PROMPT:
Pick out all lines with the word "readFile" from the records that follow.

STORED DATA:
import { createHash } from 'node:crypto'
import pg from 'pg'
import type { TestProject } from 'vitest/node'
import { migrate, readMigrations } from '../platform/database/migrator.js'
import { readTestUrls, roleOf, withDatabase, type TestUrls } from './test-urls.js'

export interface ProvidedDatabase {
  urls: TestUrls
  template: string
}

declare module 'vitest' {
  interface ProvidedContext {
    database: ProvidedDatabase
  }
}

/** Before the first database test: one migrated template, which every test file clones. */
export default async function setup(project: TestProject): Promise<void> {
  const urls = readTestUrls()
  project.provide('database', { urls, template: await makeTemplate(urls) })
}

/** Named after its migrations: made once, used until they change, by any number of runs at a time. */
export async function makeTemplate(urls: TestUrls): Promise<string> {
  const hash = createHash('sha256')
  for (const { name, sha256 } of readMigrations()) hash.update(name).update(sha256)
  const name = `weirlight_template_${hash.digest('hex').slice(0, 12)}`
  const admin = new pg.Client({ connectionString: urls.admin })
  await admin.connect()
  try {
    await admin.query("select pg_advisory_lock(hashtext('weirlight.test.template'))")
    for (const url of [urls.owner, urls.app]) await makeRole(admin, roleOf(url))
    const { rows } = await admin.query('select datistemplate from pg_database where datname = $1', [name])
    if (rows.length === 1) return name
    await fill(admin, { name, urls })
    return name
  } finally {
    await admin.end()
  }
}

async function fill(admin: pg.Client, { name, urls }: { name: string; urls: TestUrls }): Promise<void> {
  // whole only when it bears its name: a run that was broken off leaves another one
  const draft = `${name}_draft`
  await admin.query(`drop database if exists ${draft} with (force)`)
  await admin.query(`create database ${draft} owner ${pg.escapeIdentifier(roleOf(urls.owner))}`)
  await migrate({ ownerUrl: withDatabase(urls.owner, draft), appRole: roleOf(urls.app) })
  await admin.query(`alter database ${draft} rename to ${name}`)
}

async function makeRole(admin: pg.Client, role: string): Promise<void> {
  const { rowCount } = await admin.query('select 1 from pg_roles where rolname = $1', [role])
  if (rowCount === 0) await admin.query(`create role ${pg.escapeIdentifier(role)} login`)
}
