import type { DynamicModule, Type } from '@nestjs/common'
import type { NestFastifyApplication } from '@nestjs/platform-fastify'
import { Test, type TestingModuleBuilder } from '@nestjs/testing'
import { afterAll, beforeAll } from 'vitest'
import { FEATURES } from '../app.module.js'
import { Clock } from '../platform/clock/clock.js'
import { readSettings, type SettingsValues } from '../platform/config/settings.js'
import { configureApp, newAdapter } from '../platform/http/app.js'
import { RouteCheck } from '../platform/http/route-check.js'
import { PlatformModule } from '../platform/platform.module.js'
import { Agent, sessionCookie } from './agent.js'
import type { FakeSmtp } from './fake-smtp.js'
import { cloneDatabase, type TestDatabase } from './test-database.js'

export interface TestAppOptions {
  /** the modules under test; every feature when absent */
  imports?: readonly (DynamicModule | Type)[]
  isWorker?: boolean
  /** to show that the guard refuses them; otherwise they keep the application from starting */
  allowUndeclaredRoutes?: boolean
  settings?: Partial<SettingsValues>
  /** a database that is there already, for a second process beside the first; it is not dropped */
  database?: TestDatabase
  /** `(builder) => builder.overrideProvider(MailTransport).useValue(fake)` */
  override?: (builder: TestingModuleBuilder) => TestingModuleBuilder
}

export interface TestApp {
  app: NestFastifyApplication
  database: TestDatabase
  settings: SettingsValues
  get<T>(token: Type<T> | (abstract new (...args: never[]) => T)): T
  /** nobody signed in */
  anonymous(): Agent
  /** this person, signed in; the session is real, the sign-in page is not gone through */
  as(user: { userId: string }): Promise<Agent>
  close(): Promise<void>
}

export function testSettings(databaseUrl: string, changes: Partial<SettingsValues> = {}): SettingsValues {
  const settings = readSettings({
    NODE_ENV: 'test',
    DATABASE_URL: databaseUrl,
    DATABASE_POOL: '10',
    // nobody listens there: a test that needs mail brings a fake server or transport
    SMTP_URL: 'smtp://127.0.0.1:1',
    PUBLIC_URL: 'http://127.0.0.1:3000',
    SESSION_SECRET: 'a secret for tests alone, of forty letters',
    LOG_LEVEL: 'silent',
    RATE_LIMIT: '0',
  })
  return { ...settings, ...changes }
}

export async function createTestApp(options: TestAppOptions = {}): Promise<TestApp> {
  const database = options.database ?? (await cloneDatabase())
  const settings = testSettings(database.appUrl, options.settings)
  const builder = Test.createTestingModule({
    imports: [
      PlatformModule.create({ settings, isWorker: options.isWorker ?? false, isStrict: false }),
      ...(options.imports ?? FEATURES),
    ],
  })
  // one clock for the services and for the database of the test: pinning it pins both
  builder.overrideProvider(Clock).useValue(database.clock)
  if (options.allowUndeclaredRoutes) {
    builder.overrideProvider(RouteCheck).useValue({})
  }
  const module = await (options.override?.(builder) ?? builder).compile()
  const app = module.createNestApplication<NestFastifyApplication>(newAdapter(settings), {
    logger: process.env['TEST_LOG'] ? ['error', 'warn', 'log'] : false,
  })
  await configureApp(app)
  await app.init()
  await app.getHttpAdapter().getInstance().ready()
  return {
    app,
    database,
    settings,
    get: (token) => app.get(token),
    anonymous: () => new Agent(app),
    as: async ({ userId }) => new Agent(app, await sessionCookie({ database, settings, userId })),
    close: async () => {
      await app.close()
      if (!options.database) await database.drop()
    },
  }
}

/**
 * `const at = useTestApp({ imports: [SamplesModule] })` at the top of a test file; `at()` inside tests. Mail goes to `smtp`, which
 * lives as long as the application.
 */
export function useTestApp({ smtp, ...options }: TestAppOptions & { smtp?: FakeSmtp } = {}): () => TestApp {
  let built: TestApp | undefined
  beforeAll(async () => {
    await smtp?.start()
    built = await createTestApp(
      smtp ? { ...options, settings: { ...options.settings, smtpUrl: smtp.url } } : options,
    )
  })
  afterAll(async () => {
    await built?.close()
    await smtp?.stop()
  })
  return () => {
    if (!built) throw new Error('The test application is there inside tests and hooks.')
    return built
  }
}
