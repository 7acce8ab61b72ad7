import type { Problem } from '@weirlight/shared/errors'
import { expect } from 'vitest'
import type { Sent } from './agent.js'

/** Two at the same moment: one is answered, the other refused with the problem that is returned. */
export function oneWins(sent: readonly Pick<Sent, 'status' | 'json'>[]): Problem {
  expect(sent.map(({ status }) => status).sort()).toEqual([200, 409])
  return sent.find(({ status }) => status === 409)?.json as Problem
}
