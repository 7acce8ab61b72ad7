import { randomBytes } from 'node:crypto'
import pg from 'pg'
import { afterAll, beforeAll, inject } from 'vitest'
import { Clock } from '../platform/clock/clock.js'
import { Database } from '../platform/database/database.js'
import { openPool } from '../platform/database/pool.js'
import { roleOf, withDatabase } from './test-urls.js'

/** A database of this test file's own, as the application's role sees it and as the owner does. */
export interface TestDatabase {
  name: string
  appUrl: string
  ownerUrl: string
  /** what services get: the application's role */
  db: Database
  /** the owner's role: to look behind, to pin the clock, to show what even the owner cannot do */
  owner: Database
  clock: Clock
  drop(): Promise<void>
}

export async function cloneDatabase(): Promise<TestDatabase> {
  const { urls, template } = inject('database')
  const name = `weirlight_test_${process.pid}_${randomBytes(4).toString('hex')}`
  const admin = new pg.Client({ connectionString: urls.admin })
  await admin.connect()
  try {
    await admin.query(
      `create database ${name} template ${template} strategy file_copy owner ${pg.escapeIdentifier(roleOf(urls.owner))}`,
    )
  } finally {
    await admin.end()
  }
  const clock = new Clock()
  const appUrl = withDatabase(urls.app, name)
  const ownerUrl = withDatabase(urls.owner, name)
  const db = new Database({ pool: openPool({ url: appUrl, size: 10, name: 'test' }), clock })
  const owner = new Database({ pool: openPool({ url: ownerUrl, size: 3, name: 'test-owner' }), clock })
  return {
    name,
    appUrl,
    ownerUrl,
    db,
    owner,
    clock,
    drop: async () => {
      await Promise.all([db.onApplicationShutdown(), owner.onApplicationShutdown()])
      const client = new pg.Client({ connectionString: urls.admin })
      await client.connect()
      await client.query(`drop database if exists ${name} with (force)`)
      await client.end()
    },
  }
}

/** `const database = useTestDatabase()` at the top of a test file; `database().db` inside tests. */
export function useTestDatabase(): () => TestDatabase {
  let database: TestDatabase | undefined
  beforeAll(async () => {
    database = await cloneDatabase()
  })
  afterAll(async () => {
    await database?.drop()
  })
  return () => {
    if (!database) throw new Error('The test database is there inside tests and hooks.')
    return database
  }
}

...

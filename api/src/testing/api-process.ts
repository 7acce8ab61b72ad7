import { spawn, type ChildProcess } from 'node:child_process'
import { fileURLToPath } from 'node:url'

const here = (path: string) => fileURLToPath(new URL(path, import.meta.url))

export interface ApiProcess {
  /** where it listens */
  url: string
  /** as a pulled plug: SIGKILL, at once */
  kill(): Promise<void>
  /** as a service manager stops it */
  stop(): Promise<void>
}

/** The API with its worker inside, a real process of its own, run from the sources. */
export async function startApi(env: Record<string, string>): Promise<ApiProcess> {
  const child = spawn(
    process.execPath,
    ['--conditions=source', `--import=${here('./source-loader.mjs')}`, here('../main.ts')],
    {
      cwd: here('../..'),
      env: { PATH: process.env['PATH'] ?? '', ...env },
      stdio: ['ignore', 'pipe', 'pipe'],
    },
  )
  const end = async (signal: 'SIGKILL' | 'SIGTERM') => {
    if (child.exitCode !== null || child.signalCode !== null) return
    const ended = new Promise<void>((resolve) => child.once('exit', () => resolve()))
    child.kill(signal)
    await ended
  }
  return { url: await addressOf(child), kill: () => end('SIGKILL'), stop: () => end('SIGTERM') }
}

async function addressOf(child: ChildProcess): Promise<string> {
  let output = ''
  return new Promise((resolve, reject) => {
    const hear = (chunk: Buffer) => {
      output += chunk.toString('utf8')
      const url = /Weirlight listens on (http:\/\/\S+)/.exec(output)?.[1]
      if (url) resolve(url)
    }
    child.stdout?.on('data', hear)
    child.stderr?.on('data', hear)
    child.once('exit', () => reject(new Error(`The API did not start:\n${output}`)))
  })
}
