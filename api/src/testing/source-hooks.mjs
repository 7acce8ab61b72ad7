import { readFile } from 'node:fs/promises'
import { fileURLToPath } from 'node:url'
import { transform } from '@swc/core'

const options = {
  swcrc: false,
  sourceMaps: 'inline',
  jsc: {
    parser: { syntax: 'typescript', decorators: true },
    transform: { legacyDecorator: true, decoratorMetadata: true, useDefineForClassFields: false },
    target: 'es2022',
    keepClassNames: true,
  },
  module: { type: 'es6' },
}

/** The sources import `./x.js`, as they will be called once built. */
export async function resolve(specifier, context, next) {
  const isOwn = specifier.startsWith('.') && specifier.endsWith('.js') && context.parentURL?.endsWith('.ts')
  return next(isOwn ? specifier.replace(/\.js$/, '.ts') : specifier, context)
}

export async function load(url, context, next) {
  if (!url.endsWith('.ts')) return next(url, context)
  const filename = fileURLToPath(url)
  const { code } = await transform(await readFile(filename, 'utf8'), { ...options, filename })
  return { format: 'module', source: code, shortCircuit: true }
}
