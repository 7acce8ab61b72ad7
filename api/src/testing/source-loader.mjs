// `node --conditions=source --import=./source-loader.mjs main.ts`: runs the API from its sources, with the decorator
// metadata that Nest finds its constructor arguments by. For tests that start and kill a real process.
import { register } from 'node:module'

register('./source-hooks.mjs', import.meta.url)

--

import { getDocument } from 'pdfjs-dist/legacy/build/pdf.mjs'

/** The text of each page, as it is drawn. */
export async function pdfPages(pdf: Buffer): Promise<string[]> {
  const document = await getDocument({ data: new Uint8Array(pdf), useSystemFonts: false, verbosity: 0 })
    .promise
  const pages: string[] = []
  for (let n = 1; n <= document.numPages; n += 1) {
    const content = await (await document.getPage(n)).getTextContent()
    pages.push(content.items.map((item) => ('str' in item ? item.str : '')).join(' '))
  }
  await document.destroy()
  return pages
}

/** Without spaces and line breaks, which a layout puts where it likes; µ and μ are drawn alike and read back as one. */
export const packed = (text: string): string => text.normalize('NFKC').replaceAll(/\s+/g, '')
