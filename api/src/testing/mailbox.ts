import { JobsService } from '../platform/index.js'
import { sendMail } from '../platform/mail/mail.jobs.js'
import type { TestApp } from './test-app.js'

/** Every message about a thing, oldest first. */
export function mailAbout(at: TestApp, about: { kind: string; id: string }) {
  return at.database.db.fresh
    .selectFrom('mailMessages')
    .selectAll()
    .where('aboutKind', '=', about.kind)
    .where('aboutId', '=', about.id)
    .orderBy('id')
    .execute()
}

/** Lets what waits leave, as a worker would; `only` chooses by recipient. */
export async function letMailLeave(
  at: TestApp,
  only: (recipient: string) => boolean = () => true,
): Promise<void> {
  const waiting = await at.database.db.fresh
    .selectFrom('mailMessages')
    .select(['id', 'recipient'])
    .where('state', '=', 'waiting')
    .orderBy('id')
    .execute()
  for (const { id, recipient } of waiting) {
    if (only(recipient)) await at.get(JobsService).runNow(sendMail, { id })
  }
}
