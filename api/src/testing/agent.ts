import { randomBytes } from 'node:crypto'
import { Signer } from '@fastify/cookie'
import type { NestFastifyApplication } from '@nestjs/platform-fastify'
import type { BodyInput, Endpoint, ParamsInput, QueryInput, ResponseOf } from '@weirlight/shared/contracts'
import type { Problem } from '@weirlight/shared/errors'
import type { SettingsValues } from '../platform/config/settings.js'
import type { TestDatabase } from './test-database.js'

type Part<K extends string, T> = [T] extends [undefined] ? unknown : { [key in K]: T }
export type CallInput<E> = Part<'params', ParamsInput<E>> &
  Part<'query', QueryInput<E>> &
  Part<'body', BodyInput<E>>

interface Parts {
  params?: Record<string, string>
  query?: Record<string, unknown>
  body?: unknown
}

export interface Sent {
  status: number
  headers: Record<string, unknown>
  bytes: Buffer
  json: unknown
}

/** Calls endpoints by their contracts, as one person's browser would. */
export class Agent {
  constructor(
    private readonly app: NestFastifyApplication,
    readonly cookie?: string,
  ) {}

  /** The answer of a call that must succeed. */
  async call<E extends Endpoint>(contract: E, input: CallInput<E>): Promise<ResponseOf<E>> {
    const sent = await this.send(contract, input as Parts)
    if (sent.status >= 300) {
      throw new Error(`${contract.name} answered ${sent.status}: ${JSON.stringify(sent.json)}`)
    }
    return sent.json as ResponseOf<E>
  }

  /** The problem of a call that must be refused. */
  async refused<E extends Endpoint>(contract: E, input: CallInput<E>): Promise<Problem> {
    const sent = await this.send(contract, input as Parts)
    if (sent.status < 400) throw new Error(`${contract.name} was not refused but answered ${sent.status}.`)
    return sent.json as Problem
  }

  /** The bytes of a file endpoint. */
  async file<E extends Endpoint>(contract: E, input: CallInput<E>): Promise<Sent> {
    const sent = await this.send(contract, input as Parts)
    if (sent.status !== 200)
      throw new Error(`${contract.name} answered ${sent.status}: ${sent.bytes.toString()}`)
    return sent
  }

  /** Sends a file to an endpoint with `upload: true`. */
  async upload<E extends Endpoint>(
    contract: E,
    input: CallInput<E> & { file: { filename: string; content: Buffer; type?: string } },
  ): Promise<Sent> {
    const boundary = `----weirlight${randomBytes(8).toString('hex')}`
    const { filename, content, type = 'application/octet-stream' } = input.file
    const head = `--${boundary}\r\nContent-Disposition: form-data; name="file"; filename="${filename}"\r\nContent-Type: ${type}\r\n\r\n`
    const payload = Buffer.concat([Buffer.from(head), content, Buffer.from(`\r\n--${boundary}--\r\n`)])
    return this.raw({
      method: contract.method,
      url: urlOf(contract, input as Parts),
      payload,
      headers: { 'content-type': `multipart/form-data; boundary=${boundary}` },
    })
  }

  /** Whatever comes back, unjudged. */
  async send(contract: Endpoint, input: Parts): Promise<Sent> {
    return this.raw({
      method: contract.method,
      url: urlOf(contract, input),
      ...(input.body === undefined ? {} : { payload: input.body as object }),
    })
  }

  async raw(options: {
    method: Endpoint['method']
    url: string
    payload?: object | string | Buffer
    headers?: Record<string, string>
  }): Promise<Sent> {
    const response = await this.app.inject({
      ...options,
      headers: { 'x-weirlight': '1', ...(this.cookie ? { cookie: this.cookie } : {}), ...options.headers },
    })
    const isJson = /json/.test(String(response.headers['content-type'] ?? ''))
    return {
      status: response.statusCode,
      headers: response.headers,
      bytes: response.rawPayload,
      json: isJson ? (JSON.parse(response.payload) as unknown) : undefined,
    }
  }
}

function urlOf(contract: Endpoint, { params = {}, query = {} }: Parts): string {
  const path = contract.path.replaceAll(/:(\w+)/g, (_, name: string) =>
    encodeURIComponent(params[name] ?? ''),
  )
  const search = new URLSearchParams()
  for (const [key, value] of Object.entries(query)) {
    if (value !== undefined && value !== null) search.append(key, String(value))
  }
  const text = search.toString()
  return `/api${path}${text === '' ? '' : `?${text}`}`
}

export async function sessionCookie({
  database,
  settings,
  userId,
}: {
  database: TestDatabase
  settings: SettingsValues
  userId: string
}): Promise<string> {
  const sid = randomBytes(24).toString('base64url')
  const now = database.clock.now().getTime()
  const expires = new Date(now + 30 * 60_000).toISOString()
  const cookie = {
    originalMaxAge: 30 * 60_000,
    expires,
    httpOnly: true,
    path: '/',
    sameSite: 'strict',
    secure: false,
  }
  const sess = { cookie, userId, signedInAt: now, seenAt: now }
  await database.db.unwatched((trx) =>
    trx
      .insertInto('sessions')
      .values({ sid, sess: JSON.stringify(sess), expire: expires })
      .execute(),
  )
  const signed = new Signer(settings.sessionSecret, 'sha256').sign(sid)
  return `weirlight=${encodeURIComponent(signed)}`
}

ANSWER SECTION:
import { readFile } from 'node:fs/promises'
  const { code } = await transform(await readFile(filename, 'utf8'), { ...options, filename })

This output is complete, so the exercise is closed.